By BRAD RICH

Tideland News Writer

Commercial fishermen and their supporters are bracing for another attempt to get the state General Assembly to place striped bass, red drum and speckled trout off limits for commercial harvest and sale.

The “game fish” bill for the three species, which has failed to win legislative approval several times since 2009, hasn’t been introduced yet this session. But the North Carolina chapter of the Coastal Conservation Association, which has pushed the bill repeatedly, has left little doubt it’s going for it again, and sources say it might be introduced this week, possibly as early as today (Wednesday).

“Parker Poe, led by Bruce Thompson, and Brubaker & Associates, led by former House Speaker Harold Brubaker, are the registered lobbyists for CCANC this session,” a statement on the CCA website reads. “Their teams are already hard at work on our efforts to obtain game fish designation for red drum, spotted sea trout and striped bass.

“House Speaker Thom Tillis (Mecklenburg) has directed Representative Tom Murry (Wake) and Representative Tim Moffitt (Buncombe) to lead the game fish efforts in the North Carolina House. Through their leadership, we have been contacting both House and Senate members to gauge their support and enlist bill sponsors in both chambers.

“CCANC is encouraged by the support we are receiving, especially in the House. We recognize that the Senate will prove more challenging, as there are some Senators who have expressed support for the commercial industry on this issue. However, we are working with several members of that body to make sure that we will be ready to proceed.”

The message ended by urging CCA members to be ready “to walk the halls of the legislature with us as we make our push for game fish.”

The last version of the bill was House Bill 353, filed in 2011. It passed a first reading and was referred to Committee On Commerce and Job Development’s Subcommittee on Business and Labor.
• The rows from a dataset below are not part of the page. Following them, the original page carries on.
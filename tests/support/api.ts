// A small JSON client for route tests against one server, and a POST from a chosen loopback source
// address (127.0.0.x), as a different client machine would send it.
import { request } from 'node:http'
import { cookieFrom } from './auth'

export interface ApiAnswer {
  status: number
  json: any
  cookie: string
  res: Response
}

export function apiClient(base: string) {
  return async function api(method: string, path: string, options: { body?: unknown, cookie?: string, headers?: Record<string, string> } = {}): Promise<ApiAnswer> {
    const headers: Record<string, string> = { ...options.headers }
    if (options.cookie) headers.cookie = options.cookie
    if (options.body !== undefined) headers['content-type'] = 'application/json'
    const res = await fetch(`${base}${path}`, { method, headers, body: options.body === undefined ? undefined : JSON.stringify(options.body) })
    const text = await res.text()
    let json: unknown = null
    try {
      json = text ? JSON.parse(text) : null
    }
    catch {
      json = { notJson: text.slice(0, 200) }
    }
    return { status: res.status, json, cookie: cookieFrom(res), res }
  }
}

export function postFrom(base: string, localAddress: string, path: string, body: unknown, extraHeaders: Record<string, string> = {}): Promise<number> {
  const payload = JSON.stringify(body)
  return new Promise((ok, fail) => {
    const req = request(`${base}${path}`, {
      method: 'POST', localAddress,
      headers: { 'content-type': 'application/json', 'content-length': Buffer.byteLength(payload), ...extraHeaders },
    }, (res) => {
      res.resume()
      res.on('end', () => ok(res.statusCode!))
    })
    req.on('error', fail)
    req.end(payload)
  })
}
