// Signing in from tests: over the API (returns the Cookie header value to send on later requests)
// and for a Playwright page (the same session cookie added to its browser context).
import type { Page } from 'playwright-core'

export const DEMO_USERS = {
  admin: { email: 'mara@brackwater.example', password: 'brackwater-admin-demo', name: 'Mara Quell' },
  designer: { email: 'tomas@brackwater.example', password: 'brackwater-designer-demo', name: 'Tomas Reyes' },
  reviewer: { email: 'ines@brackwater.example', password: 'brackwater-reviewer-demo', name: 'Ines Halvorsen' },
} as const

/** The `name=value` pairs of a response's Set-Cookie headers, ready for a Cookie header. */
export function cookieFrom(res: Response): string {
  return res.headers.getSetCookie().map(c => c.split(';')[0]).join('; ')
}

/** Signs in through POST /api/auth/login and returns the Cookie header value; throws on failure. */
export async function signIn(baseUrl: string, email: string, password: string): Promise<string> {
  const res = await fetch(`${baseUrl}/api/auth/login`, {
    method: 'POST',
    headers: { 'content-type': 'application/json' },
    body: JSON.stringify({ email, password }),
  })
  if (!res.ok) throw new Error(`sign-in as ${email} failed: ${res.status} ${await res.text()}`)
  const cookie = cookieFrom(res)
  if (!cookie) throw new Error(`sign-in as ${email} set no cookie`)
  return cookie
}

/** Signs the page's browser context in (the session cookie is shared by all its pages). */
export async function signInPage(page: Page, baseUrl: string, email: string, password: string): Promise<void> {
  const cookie = await signIn(baseUrl, email, password)
  await page.context().addCookies(cookie.split('; ').map((pair) => {
    const eq = pair.indexOf('=')
    return { name: pair.slice(0, eq), value: pair.slice(eq + 1), url: baseUrl }
  }))
}
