// y-websocket clients in Node for tests and the benchmark: `ws` as the WebSocket, the session
// cookie (and optionally an Origin) in the upgrade headers, BroadcastChannel off.
import { WebSocket } from 'ws'
import * as Y from 'yjs'
import { WebsocketProvider } from 'y-websocket'
import { listenForAccessNotice } from '../../shared/live/provider'
import type { AccessNotice } from '../../shared/live/protocol'

export const DEMO_BOARD_ID = 'kestrel-915-antenna'
export const DEMO_ACCOUNTS = {
  admin: { email: 'mara@kestrel.example', password: 'kestrel-admin-demo' },
  designer: { email: 'tomas@kestrel.example', password: 'kestrel-designer-demo' },
  reviewer: { email: 'ines@kestrel.example', password: 'kestrel-reviewer-demo' },
} as const

/** Signs in through POST /api/auth/login and returns the `name=value` session cookie. */
export async function sessionCookie(baseUrl: string, account: { email: string, password: string }): Promise<string> {
  const res = await fetch(`${baseUrl}/api/auth/login`, {
    method: 'POST',
    headers: { 'content-type': 'application/json' },
    body: JSON.stringify(account),
  })
  if (!res.ok) throw new Error(`sign-in as ${account.email} failed: ${res.status} ${await res.text()}`)
  const cookie = res.headers.getSetCookie().map(c => c.split(';')[0]).join('; ')
  if (!cookie) throw new Error('sign-in answered without a cookie')
  return cookie
}

export const liveUrl = (baseUrl: string) => `${baseUrl.replace(/^http/, 'ws')}/live`

export interface LiveClient {
  doc: Y.Doc
  provider: WebsocketProvider
  notices: AccessNotice[]
  closeCodes: number[]
  destroy: () => void
}

export function connectLive(baseUrl: string, boardId: string, headers: Record<string, string>, doc = new Y.Doc()): LiveClient {
  class HeaderSocket extends WebSocket {
    constructor(address: string, protocols?: string | string[]) {
      super(address, protocols, { headers })
    }
  }
  const provider = new WebsocketProvider(liveUrl(baseUrl), boardId, doc, {
    WebSocketPolyfill: HeaderSocket as unknown as typeof globalThis.WebSocket,
    disableBc: true,
  })
  const notices: AccessNotice[] = []
  const closeCodes: number[] = []
  listenForAccessNotice(provider, n => notices.push(n))
  provider.on('connection-close', (event) => { if (event) closeCodes.push(event.code) })
  return { doc, provider, notices, closeCodes, destroy: () => { provider.destroy(); doc.destroy() } }
}

/** Tries one upgrade and reports how it ended: 'open', or the HTTP status of the refusal. */
export function tryUpgrade(baseUrl: string, boardId: string, headers: Record<string, string>): Promise<'open' | number> {
  return new Promise((resolve, reject) => {
    const ws = new WebSocket(`${liveUrl(baseUrl)}/${encodeURIComponent(boardId)}`, { headers })
    const timer = setTimeout(() => { ws.terminate(); reject(new Error('upgrade neither opened nor was refused in 5 s')) }, 5000)
    ws.on('open', () => { clearTimeout(timer); ws.close(); resolve('open') })
    ws.on('unexpected-response', (_req, res) => { clearTimeout(timer); resolve(res.statusCode ?? 0); ws.terminate() })
    ws.on('error', () => {})
  })
}

export async function waitUntil(check: () => boolean, timeoutMs = 5000, what = 'condition'): Promise<void> {
  const deadline = Date.now() + timeoutMs
  while (!check()) {
    if (Date.now() > deadline) throw new Error(`timed out waiting for ${what}`)
    await new Promise(r => setTimeout(r, 10))
  }
}

export const whenSynced = (client: LiveClient, timeoutMs = 5000) => waitUntil(() => client.provider.synced, timeoutMs, 'sync')
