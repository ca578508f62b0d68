// Direct access to a test server's SQLite file: row counts read-only, and (for expiry tests) a
// single write. WAL mode lets these run beside the server; the busy timeout covers its writes.
import sqlite3 from 'sqlite3'

export const TABLES = [
  'users', 'workspaces', 'memberships', 'invitations', 'password_resets', 'boards', 'board_updates', 'snapshots',
  'templates', 'uploads', 'outbox', 'login_failures', 'sessions',
] as const

function open(file: string, mode: number): Promise<sqlite3.Database> {
  return new Promise((ok, fail) => {
    const db = new sqlite3.Database(file, mode, error => error ? fail(error) : ok(db))
  })
}

function all<T>(db: sqlite3.Database, sql: string, params: unknown[] = []): Promise<T[]> {
  return new Promise((ok, fail) => db.all(sql, params, (error, rows) => error ? fail(error) : ok(rows as T[])))
}

function close(db: sqlite3.Database): Promise<void> {
  return new Promise(ok => db.close(() => ok()))
}

export async function queryDb<T = Record<string, unknown>>(file: string, sql: string, params: unknown[] = []): Promise<T[]> {
  const db = await open(file, sqlite3.OPEN_READONLY)
  try {
    db.configure('busyTimeout', 5000)
    return await all<T>(db, sql, params)
  }
  finally {
    await close(db)
  }
}

export async function writeDb(file: string, sql: string, params: unknown[] = []): Promise<void> {
  const db = await open(file, sqlite3.OPEN_READWRITE)
  try {
    db.configure('busyTimeout', 5000)
    await new Promise<void>((ok, fail) => db.run(sql, params, error => error ? fail(error) : ok()))
  }
  finally {
    await close(db)
  }
}

/** Row count of every table, for "nothing changed" assertions. */
export async function rowCounts(file: string): Promise<Record<string, number>> {
  const counts: Record<string, number> = {}
  for (const table of TABLES) {
    const [row] = await queryDb<{ n: number }>(file, `SELECT COUNT(*) AS n FROM ${table}`)
    counts[table] = row!.n
  }
  return counts
}

/** Caught mails to an address, newest first. */
export async function mailsTo(file: string, address: string) {
  return queryDb<{ id: number, subject: string, text_body: string, html_body: string, kind: string, workspace_id: number | null }>(
    file, 'SELECT id, subject, text_body, html_body, kind, workspace_id FROM outbox WHERE mail_to LIKE ? ORDER BY id DESC', [`%${address}%`])
}

/** The first link to this site found in a mail's text part. */
export function linkIn(text: string, pathPrefix: string): string {
  const match = new RegExp(`https?://[^\\s]+${pathPrefix}[A-Za-z0-9_-]+`).exec(text)
  if (!match) throw new Error(`no ${pathPrefix} link in mail:\n${text}`)
  return match[0]
}

/** Waits for at least `count` caught mails to an address (some are sent after the answer), newest first. */
export async function waitForMails(file: string, address: string, count = 1, timeoutMs = 5000) {
  const deadline = Date.now() + timeoutMs
  for (;;) {
    const mails = await mailsTo(file, address)
    if (mails.length >= count) return mails
    if (Date.now() > deadline) throw new Error(`expected ${count} mail(s) to ${address} within ${timeoutMs} ms, found ${mails.length}`)
    await new Promise(r => setTimeout(r, 50))
  }
}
Eventually, it was withdrawn and re-referred to the full committee, where it languished.

But it was one of several issues the legislature kept alive for review last summer by the legislature’s Marine Fisheries Committee. A previous legislative panel, the Joint Legislative Study Commission on Seafood and Aquaculture, had included scientists and representatives of the commercial and recreational fishing industries, but the new panel, established last year, was comprised only of legislators.

That legislative fisheries committee, which had already met in February and March, in its final meeting in April meeting did not even discuss the legislation.

At the time, Sean McKeon, head of the N.C. Fisheries Association, the largest trade and lobbying group for commercial watermen, said he was pleased that the fisheries panel, chaired by Sen. Harry Brown, Republican-Jacksonville, and Rep. Dan McCormick, a Republican who represents Yadkin, Iredell and Surry counties, had not seen fit to give the game fish bill a push.

“I think we’ve dodged a bullet for now,” McKeon said then. “But I still wouldn’t be surprised to see the bill come up again in some form during the next session of the General Assembly.”

The CCA website indicates House Bill 353 is indeed still kicking, and provided a link to that old legislation, which in addition to making the species off limits to commercial fishermen, also provided $1 million to compensate at least some of them for lost income.

Brown, who is majority leader in the Senate, said Monday there has been no bill introduced in his chamber and so there has been no discussion “at this point.” He said he was unaware of the status of the bill on the House side.

McKeon said he had heard rumors that the bill was coming back, most likely in “stealth” fashion, attached to some other legislation, such as a bill that was introduced to increase boat license fees to help fund dredging of shallow-draft inlets.

“The CCA hired the former House speaker to lobby for them,” he said, referring to Brubaker, “and he doesn’t come cheap. They’re probably expecting more than just someone to put a new face on the organization. They want something done.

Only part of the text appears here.